== Prompt ==
The answer must be a single number: how many lines of the entries below include "split".

== Information ==

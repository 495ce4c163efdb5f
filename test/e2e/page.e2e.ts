import assert from 'node:assert/strict';
import { scenario } from './harness.ts';

scenario('the page opens under its name, with its element drawn and no errors', async ({ page, open }) => {
  await open();
  assert.match(await page.title(), /Halfmark/);
  // An element that failed to load has no content of its own.
  await page.waitForFunction(() => (document.querySelector('hm-app')?.shadowRoot?.childElementCount ?? 0) > 0, { timeout: 10_000 });
});
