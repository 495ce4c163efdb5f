import { css } from 'lit';

export const styles = css`
  nav {
    display: flex;
    flex-wrap: wrap;
    gap: 4px;
    margin-bottom: 0.75rem;
  }
  nav button[aria-current='page'] {
    border-color: var(--ink);
    box-shadow: inset 0 -2px 0 var(--choice);
    font-weight: 600;
  }
  h3 {
    font-size: 1.125rem;
    margin: 0 0 0.5rem;
  }
  h4 {
    font-size: 0.9375rem;
    margin: 1rem 0 0.25rem;
  }
  p,
  li {
    line-height: 1.5;
    overflow-wrap: break-word;
  }
  li + li {
    margin-top: 0.3rem;
  }
  ul,
  ol {
    padding-left: 1.4rem;
  }
  code,
  pre {
    font-family: ui-monospace, 'DejaVu Sans Mono', monospace;
    font-size: 0.8125rem;
  }
  pre {
    overflow-x: auto;
    padding: 0.5rem 0.75rem;
    background: var(--wash);
    border-left: 3px solid var(--occupancy);
  }
  img {
    display: block;
    max-width: 100%;
    max-height: 30rem;
    margin: 0.75rem auto;
    border: 1px solid var(--line);
  }
  .table {
    overflow-x: auto;
  }
  table {
    border-collapse: collapse;
    min-width: 60%;
  }
  th,
  td {
    text-align: left;
    vertical-align: top;
    padding: 0.2rem 0.75rem 0.2rem 0;
    border-bottom: 1px solid var(--line);
  }
  .go {
    border: 0;
    padding: 0 2px;
    text-decoration: underline;
    text-align: left;
    background: none;
  }
`;
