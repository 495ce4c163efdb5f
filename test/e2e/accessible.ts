import axe from 'axe-core';
import type { Page } from 'puppeteer-core';
import type { Path } from './inside.ts';

/** How a page is looked at. */
export interface Appearance {
  width: number;
  height: number;
  /** device pixels a CSS pixel: at 200 % zoom a window of 1280 px is 640 wide */ zoom?: number;
  media?: { name: string; value: string }[];
}
export const APPEARANCES: [name: string, appearance: Appearance][] = [
  ['in light colours', { width: 1280, height: 800, media: [{ name: 'prefers-color-scheme', value: 'light' }] }],
  ['in dark colours', { width: 1280, height: 800, media: [{ name: 'prefers-color-scheme', value: 'dark' }] }],
  ['in forced colours', { width: 1280, height: 800, media: [{ name: 'forced-colors', value: 'active' }] }],
  ['360 px wide', { width: 360, height: 740 }],
  ['at 200 % zoom', { width: 640, height: 400, zoom: 2 }],
];

export async function show(page: Page, { width, height, zoom = 1, media = [] }: Appearance): Promise<void> {
  await page.setViewport({ width, height, deviceScaleFactor: zoom });
  const session = await page.createCDPSession();
  await session.send('Emulation.setEmulatedMedia', { features: [...media, { name: 'prefers-reduced-motion', value: 'reduce' }] });
}

/** What the scenarios put into the page beside axe. */
export interface Tools {
  axe: { run(context: unknown, options: object): Promise<{ violations: { id: string; nodes: { target: unknown; failureSummary?: string }[] }[] }> };
  everyone: { all(selector: string): HTMLElement[]; named(element: Element): string; at(steps: Path): HTMLElement | null };
}

export async function bring(page: Page): Promise<void> {
  await page.evaluate(axe.source);
  await page.evaluate(() => {
    /** Through every shadow tree. */
    const all = (selector: string, root: Document | ShadowRoot = document): HTMLElement[] =>
      [...root.querySelectorAll<HTMLElement>('*')].flatMap((element) => [...(element.matches(selector) ? [element] : []), ...(element.shadowRoot ? all(selector, element.shadowRoot) : [])]);
    const named = (element: Element): string => `${(element.getRootNode() as ShadowRoot).host?.localName ?? 'page'} ${element.localName}.${element.getAttribute('class') ?? ''} "${(element.getAttribute('aria-label') ?? element.textContent ?? '').trim().replace(/\s+/g, ' ').slice(0, 40)}"`;
    const at = (steps: string[]): HTMLElement | null => steps.reduce<ParentNode | null>((node, step) => node && ((node as Element).shadowRoot ?? node).querySelector(step), document) as HTMLElement | null;
    (window as unknown as { everyone: object }).everyone = { all: (selector: string) => all(selector), named, at };
  });
}

/** Everything that axe finds by WCAG 2.2 A and AA on the page as it stands; inside the open dialog, where there is one; inside one element, where a path to it is given. */
export function breaches(page: Page, where: string, within: Path = []): Promise<string[]> {
  return page.evaluate(async (place, steps) => {
    const { axe: checker, everyone } = window as unknown as Tools;
    const dialog = everyone.all('dialog').find((element) => (element as HTMLDialogElement).open && element.getBoundingClientRect().width > 0);
    const asked = steps.length === 0 ? null : everyone.at(steps);
    if (steps.length > 0 && asked === null) return [`${place}: there is no ${steps.join(' ')}`];
    const host = asked ?? (dialog === undefined ? null : ((dialog.getRootNode() as ShadowRoot).host ?? dialog));
    const { violations } = await checker.run(host ?? document, { runOnly: ['wcag2a', 'wcag2aa', 'wcag21a', 'wcag21aa', 'wcag22aa'], resultTypes: ['violations'] });
    return violations.map(({ id, nodes }) => `${place}: ${id}: ${nodes.slice(0, 4).map(({ target, failureSummary }) => `${JSON.stringify(target)} ${failureSummary?.replace(/\s+/g, ' ')}`).join('; ')}${nodes.length > 4 ? ` and ${nodes.length - 4} more` : ''}`);
  }, where, within);
}

/** Things to press that are smaller than 24 px in either direction (WCAG 2.2, 2.5.8), but for words of a link inside a sentence and what stands alone within 24 px. */
export function smallTargets(page: Page, where: string, within: Path = []): Promise<string[]> {
  return page.evaluate((place, steps) => {
    const { everyone } = window as unknown as Tools;
    const dialog = everyone.all('dialog').find((element) => (element as HTMLDialogElement).open);
    const owner = steps.length > 0 ? everyone.at(steps) : dialog === undefined ? null : (dialog.getRootNode() as ShadowRoot).host;
    const inside = (element: Element): boolean => {
      for (let node: Node | null = element; node !== null; node = node.parentNode ?? (node as ShadowRoot).host ?? null) if (node === owner || (steps.length === 0 && node === dialog)) return true;
      return false;
    };
    const targets = everyone
      .all('button, select, input:not([type=hidden]), textarea, summary, [role=tab], [role=option], [role=slider], [role=separator][tabindex], [role=button], [role=menuitem]')
      .filter((element) => (owner === null || inside(element)) && !(element as HTMLButtonElement).disabled && element.getAttribute('aria-hidden') !== 'true')
      .map((element) => {
        const label = element.matches('input[type=checkbox], input[type=radio], input[type=file]') ? (element.closest('label') ?? (element as HTMLInputElement).labels?.[0] ?? null) : null;
        const own = element.getBoundingClientRect();
        const outer = label?.getBoundingClientRect();
        return { element, box: outer !== undefined && outer.height * outer.width > own.height * own.width ? outer : own };
      })
      .filter(({ element, box }) => box.width > 1 && box.height > 1 && element.checkVisibility({ visibilityProperty: true, opacityProperty: true }));
    return targets
      .filter(({ box }) => box.width < 23.5 || box.height < 23.5)
      .filter(({ element, box }) => {
        // It may be smaller where a circle of 24 px around its middle touches no other.
        const [x, y] = [box.left + box.width / 2, box.top + box.height / 2];
        return targets.some((other) => other.element !== element && !element.contains(other.element) && !other.element.contains(element) && Math.hypot(Math.max(other.box.left - x, 0, x - other.box.right), Math.max(other.box.top - y, 0, y - other.box.bottom)) < 12);
      })
      .map(({ element, box }) => `${place}: ${everyone.named(element)} is ${box.width.toFixed(0)} x ${box.height.toFixed(0)} px`);
  }, where, within);
}

/** How far the page is wider than its window, px: a person should not have to scroll to both sides (1.4.10). */
export const overflow = (page: Page): Promise<number> => page.evaluate(() => document.documentElement.scrollWidth - document.documentElement.clientWidth);
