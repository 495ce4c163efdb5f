import assert from 'node:assert/strict';
import { soak } from '../../src/tools/soak-work.mjs';
import { scenario } from './harness.ts';

scenario('A short soak of edits, undos, opened designs, sweeps and exports leaves no error behind and memory flat', async ({ page, url }) => {
  const { problems, rounds } = await soak(page.browser(), url, { edits: 45, undos: 9, starters: 9, sweeps: 6, exports: 15, rounds: 3 });
  assert.deepEqual(problems, []);
  assert.equal(rounds.length, 3);
});
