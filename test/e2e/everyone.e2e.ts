import assert from 'node:assert/strict';
import type { Page } from 'puppeteer-core';
import { APPEARANCES, bring, breaches, overflow, show, smallTargets, type Tools } from './accessible.ts';
import { scenario } from './harness.ts';
import { at, press, until, untilSolved } from './inside.ts';

/** The tabs of the desk under the plate. */
const tabCount = async (page: Page): Promise<number> => (await at(page, ['hm-app', 'hm-desk'], (desk) => desk.shadowRoot!.querySelectorAll('[role=tab]').length)) ?? 0;

for (const [name, appearance] of APPEARANCES) {
  scenario(`The page, every panel of the desk and every dialog are accessible ${name}, with targets of 24 px`, async ({ page, open }) => {
    await show(page, appearance);
    await open();
    await untilSolved(page);
    await bring(page);
    const found: string[] = [];
    const look = async (where: string): Promise<void> => {
      found.push(...(await breaches(page, where)), ...(await smallTargets(page, where)));
      const wide = await overflow(page);
      if (wide > 0) found.push(`${where}: the page is ${wide} px wider than its window`);
    };
    await look('page');
    for (let i = 0; i < (await tabCount(page)); i++) {
      const words = await at(page, ['hm-app', 'hm-desk'], (desk, index) => {
        const tab = desk.shadowRoot!.querySelectorAll<HTMLElement>('[role=tab]')[index];
        tab.click();
        return tab.textContent!.trim();
      }, i);
      await until(`the panel of ${words}`, async () => (await at(page, ['hm-app', 'hm-desk'], (desk, index) => desk.shadowRoot!.querySelectorAll('[role=tab]')[index].getAttribute('aria-selected') === 'true', i)) === true);
      await until(`what stands in the panel of ${words}`, async () => (await at(page, ['hm-app', 'hm-desk', '[role=tabpanel]:not([hidden])'], (panel) => [...panel.children].some((child) => (child.shadowRoot?.childElementCount ?? 0) > 0))) === true);
      await new Promise((done) => setTimeout(done, 100));
      if (i > 0) await look(`panel ${words}`);
    }
    // Two dialogs are filled when they are asked for.
    for (const words of ['Starters', 'Projects']) {
      await press(page, ['hm-app', 'hm-conditions'], words);
      await until(`the dialog of ${words}`, () => page.evaluate(() => (window as unknown as Tools).everyone.all('dialog').some((dialog) => (dialog as HTMLDialogElement).open)));
      await page.keyboard.press('Escape');
    }
    const dialogs = await page.evaluate(() => (window as unknown as Tools).everyone.all('hm-dialog').length);
    assert.ok(dialogs >= 5, `${dialogs} dialogs`);
    for (let i = 0; i < dialogs; i++) {
      const heading = await page.evaluate(async (index) => {
        const dialog = (window as unknown as Tools).everyone.all('hm-dialog')[index] as HTMLElement & { show(): Promise<void>; heading: string };
        await dialog.show();
        return dialog.heading;
      }, i);
      await look(`dialog ${heading}`);
      await page.evaluate((index) => ((window as unknown as Tools).everyone.all('hm-dialog')[index] as HTMLElement & { close(): void }).close(), i);
    }
    assert.deepEqual(found, []);
  });
}

scenario('What is not accessible is found: pale words, a nameless button, targets too small and too close, a page too wide', async ({ page, open }) => {
  await open();
  await untilSolved(page);
  await bring(page);
  await at(page, ['hm-app'], (app) => {
    const planted = document.createElement('div');
    planted.innerHTML = '<p>pale</p><button></button><button class="small">a</button><button class="small">b</button><div class="wide">wide</div>';
    const sheet = new CSSStyleSheet();
    sheet.replaceSync('p { color: #ddd; background: #fff } .small { all: unset; display: inline-block; width: 10px; height: 10px } .wide { width: 3000px }');
    app.shadowRoot!.adoptedStyleSheets.push(sheet);
    app.shadowRoot!.append(planted);
  });
  const found = await breaches(page, 'planted');
  for (const id of ['color-contrast', 'button-name']) assert.ok(found.some((line) => line.includes(id)), id);
  assert.ok((await smallTargets(page, 'planted')).filter((line) => line.includes('small')).length === 2);
  assert.ok((await overflow(page)) > 1000);
});
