import { describe, expect, it } from 'vitest';
import { verifiedIntervals } from '../../src/requirements/verified-intervals.ts';
import type { RequirementResult } from '../../src/result/types.ts';
import type { SizingEdge } from '../../solver/sizing.ts';
import type { SizingNode } from '../../solver/sizing-nodes.ts';

const edge = (value: number, reason: SizingEdge['reason'] = 'requirement'): SizingEdge => ({ value, reason, binding: 0, beyond: null, search: null });
const node = (value: number): SizingNode => ({ u: value / 10, value, scores: [1], least: 1, binding: 0 });
/** Two requirements, of which the second fails where `holds` says so. */
function verified(holds: (value: number) => boolean, known: readonly number[]) {
  const asked: number[] = [];
  const rows = (value: number): RequirementResult[] => [{ met: true }, { met: holds(value) }] as RequirementResult[];
  const judgedNow = new Set(known);
  const steps = verifiedIntervals(
    { intervals: [{ from: edge(2), to: edge(8, 'range') }], nodes: Array.from({ length: 11 }, (_, v) => node(v)) },
    (value) => (judgedNow.has(value) ? rows(value) : null),
    function* (value) {
      asked.push(value);
      judgedNow.add(value);
      yield value;
      return rows(value);
    },
  );
  let step = steps.next();
  while (!step.done) step = steps.next();
  return { intervals: step.value.map(({ from, to }) => [from.value, to.value]), edges: step.value, asked };
}

describe('ends of a sized interval', () => {
  it('stand as they were found where the full judgement agrees', () => {
    const { edges, asked } = verified(() => true, [2, 4, 6, 8]);
    expect(edges).toEqual([{ from: edge(2), to: edge(8, 'range') }]);
    expect(asked).toEqual([]);
  });

  it('are drawn in to a value that holds when it is judged in full', () => {
    const { intervals, edges, asked } = verified((value) => value >= 4 && value < 8, [2, 8]);
    expect(intervals).toEqual([[4, 7]]);
    expect(asked).toEqual([3, 4, 7]);
    expect(edges[0].from).toMatchObject({ reason: 'requirement', binding: 1, beyond: 3 });
    expect(edges[0].to).toMatchObject({ reason: 'requirement', binding: 1, beyond: 8 });
  });

  it('come in pairs where a value inside fails', () => {
    expect(verified((value) => value !== 5, [2, 5, 8]).intervals).toEqual([[2, 4], [6, 8]]);
  });

  it('are none where nothing holds', () => {
    expect(verified(() => false, [2, 8]).intervals).toEqual([]);
  });
});
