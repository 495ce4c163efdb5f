import { describe, expect, it } from 'vitest';
import { marginsCsv } from '../../src/requirements/margins-csv.ts';
import { contactDesign } from './designs.ts';

describe('the margins of a sizing as CSV', () => {
  const design = contactDesign((d) => {
    d.requirements = [{ quantity: 'contactResistivity', of: 'top', max: '1e-6 ohm cm^2' }, { quantity: 'barrierN', of: 'top', min: '0.5 eV' }];
  });

  it('have a row a value, rising, with a ratio in times and a difference in its unit', () => {
    const rows = marginsCsv({ variable: 'Ncap', unit: 'cm^-3', scan: [{ value: 2e19, scores: [Math.log(3), 2] }, { value: 1e19, scores: [0, -1] }] }, design).split('\r\n');
    expect(rows[0]).toBe('Ncap (cm^-3),"contact resistivity of top, at most 1e-6 ohm cm^2, margin (times)","barrier for electrons of top, at least 0.5 eV, margin (eV)"');
    expect(rows[1].split(',').map(Number)).toEqual([1e19, 1, -0.0259]);
    const [value, times, eV] = rows[2].split(',').map(Number);
    expect(value).toBe(2e19);
    expect(times).toBeCloseTo(3, 12);
    expect(eV).toBeCloseTo(0.0518, 12);
    expect(rows[3]).toBe('');
  });

  it('tell what has no end, what has no margin at all, and what has no answer', () => {
    const cells = (scores: (number | null)[]): string[] => marginsCsv({ variable: 'Ncap', unit: 'cm^-3', scan: [{ value: 1e19, scores }] }, design).split('\r\n')[1].split(',').slice(1);
    expect(cells([700, 0])).toEqual(['Infinity', '0']);
    expect(cells([-700, null])).toEqual(['0', '']);
  });
});
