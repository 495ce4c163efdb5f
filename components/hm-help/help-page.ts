import { html, nothing, type TemplateResult } from 'lit';
import type { Block, Inline } from '../../src/help/markdown.ts';
import { HELP_PICTURES } from '../../src/help/pages.ts';

/** The blocks of a help page as elements. A link to another page of the help goes there; anything but those is shown as its words. */
export function helpPage(blocks: readonly Block[], known: (file: string) => boolean, go: (file: string) => void): TemplateResult[] {
  const words = (parts: readonly Inline[]): unknown[] =>
    parts.map((part) => {
      if (part.kind === 'code') return html`<code>${part.text}</code>`;
      if (part.kind === 'strong') return html`<strong>${part.text}</strong>`;
      if (part.kind === 'link' && known(part.to)) return html`<button type="button" class="go" @click=${() => go(part.to)}>${part.text}</button>`;
      return part.text;
    });
  return blocks.map((block) => {
    switch (block.kind) {
      case 'heading':
        return block.level === 1 ? html`<h3 tabindex="-1">${words(block.text)}</h3>` : html`<h4>${words(block.text)}</h4>`;
      case 'paragraph':
        return html`<p>${words(block.text)}</p>`;
      case 'list': {
        const items = block.items.map((item) => html`<li>${words(item)}</li>`);
        return block.ordered ? html`<ol>${items}</ol>` : html`<ul>${items}</ul>`;
      }
      case 'code':
        return html`<pre tabindex="0" role="group" aria-label="Equations">${block.text}</pre>`;
      case 'picture':
        return html`${block.file in HELP_PICTURES ? html`<img src=${HELP_PICTURES[block.file]} alt=${block.words} loading="lazy" />` : nothing}`;
      case 'table':
        return html`<div class="table" tabindex="0" role="group" aria-label="Table"><table>
          <thead><tr>${block.head.map((cell) => html`<th scope="col">${words(cell)}</th>`)}</tr></thead>
          <tbody>${block.rows.map((row) => html`<tr>${row.map((cell) => html`<td>${words(cell)}</td>`)}</tr>`)}</tbody>
        </table></div>`;
    }
  });
}
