import { checkDesign } from '../../src/design/read.ts';
import type { Design } from '../../src/design/types.ts';

/** A metal on a thin n layer over a lightly doped one, silicon: two dopings, two thicknesses and a barrier are uncertain. */
export function contactDesign(change: (design: Design) => void = () => {}): Design {
  const design: Design = {
    format: 'halfmark-design/1',
    title: 'metal on silicon',
    variables: [
      { name: 'Ncap', value: '5e19 cm^-3', tolerance: '10 %', range: ['1e18 cm^-3', '5e20 cm^-3'] },
      { name: 'tcap', value: '60 nm', tolerance: '3 nm', range: ['20 nm', '200 nm'] },
    ],
    conditions: { temperature: '300 K', temperatureRange: ['-40 degC', '125 degC'] },
    top: { kind: 'barrier', barrier: '0.55 eV', imageForce: false },
    layers: [
      { name: 'cap', material: 'Si', thickness: 'tcap', dopants: [{ dopant: 'P', concentration: 'Ncap' }] },
      { name: 'base', material: 'Si', thickness: '400 nm', dopants: [{ dopant: 'P', concentration: '1e17 cm^-3' }] },
    ],
    bottom: { kind: 'neutral' },
  };
  change(design);
  const reading = checkDesign(design);
  if (!reading.ok) throw new Error(reading.complaints.map((c) => `${c.path}: ${c.message}`).join('\n'));
  return reading.design;
}
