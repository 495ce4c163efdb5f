import assert from 'node:assert/strict';
import type { Page } from 'puppeteer-core';
import { scenario } from './harness.ts';

/** Runs a function in the page on the desk. */
async function desk<T>(page: Page, read: (desk: HTMLElement & { verdicts: { status: string; stale: boolean; rows: { met: boolean }[] } }) => T): Promise<T> {
  return (await page.evaluate(`(${read.toString()})(document.querySelector('hm-app').shadowRoot.querySelector('hm-desk'))`)) as T;
}

async function until(what: string, holds: () => Promise<boolean>, seconds = 20): Promise<void> {
  for (let i = 0; i < 10 * seconds; i++) {
    if (await holds()) return;
    await new Promise((done) => setTimeout(done, 100));
  }
  assert.fail(`never came about: ${what}`);
}

/** Presses Tab until the focus stands on an element whose words or label begin so. */
async function tabTo(page: Page, words: string): Promise<void> {
  for (let i = 0; i < 150; i++) {
    await page.keyboard.press('Tab');
    const there = await page.evaluate(`(() => {
      let node = document.activeElement;
      while (node?.shadowRoot?.activeElement) node = node.shadowRoot.activeElement;
      return (node?.getAttribute('aria-label') ?? node?.textContent ?? '').trim().startsWith(${JSON.stringify(words)});
    })()`);
    if (there === true) return;
  }
  assert.fail(`the Tab key never came to ${words}`);
}

const judged = (page: Page) => desk(page, ({ verdicts }) => verdicts.status === 'complete' && !verdicts.stale);
const unmet = (page: Page) => desk(page, ({ verdicts }) => verdicts.rows.filter((row) => !row.met).length);

scenario('A requirement that the first design misses is met by sizing a variable, with the keyboard alone, and undo takes that back', async ({ page, open }) => {
  await open();
  await until('verdicts', () => judged(page));
  assert.equal(await unmet(page), 1);

  await tabTo(page, 'Ledger');
  await page.keyboard.press('ArrowRight');
  await until('the requirements', () => desk(page, (d) => d.shadowRoot!.querySelector('hm-requirements') !== null));
  await tabTo(page, 'Size a variable to meet this');
  await page.keyboard.press('Enter');
  await until('the sizing', () => desk(page, (d) => d.shadowRoot!.querySelector('hm-sizing') !== null));
  await tabTo(page, 'Find the values');
  await page.keyboard.press('Enter');
  await until('an interval', () => desk(page, (d) => /^Everything is met with Nanode from/.test(d.shadowRoot!.querySelector('hm-sizing')!.shadowRoot!.querySelector('.outcome')?.textContent ?? '')), 40);
  await tabTo(page, 'Nanode = ');
  await page.keyboard.press('Enter');
  await until('all met', async () => (await judged(page)) && (await unmet(page)) === 0);

  await page.keyboard.down('Control');
  await page.keyboard.press('KeyZ');
  await page.keyboard.up('Control');
  await until('one not met again', async () => (await judged(page)) && (await unmet(page)) === 1);
});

== Answer to this problem ==
4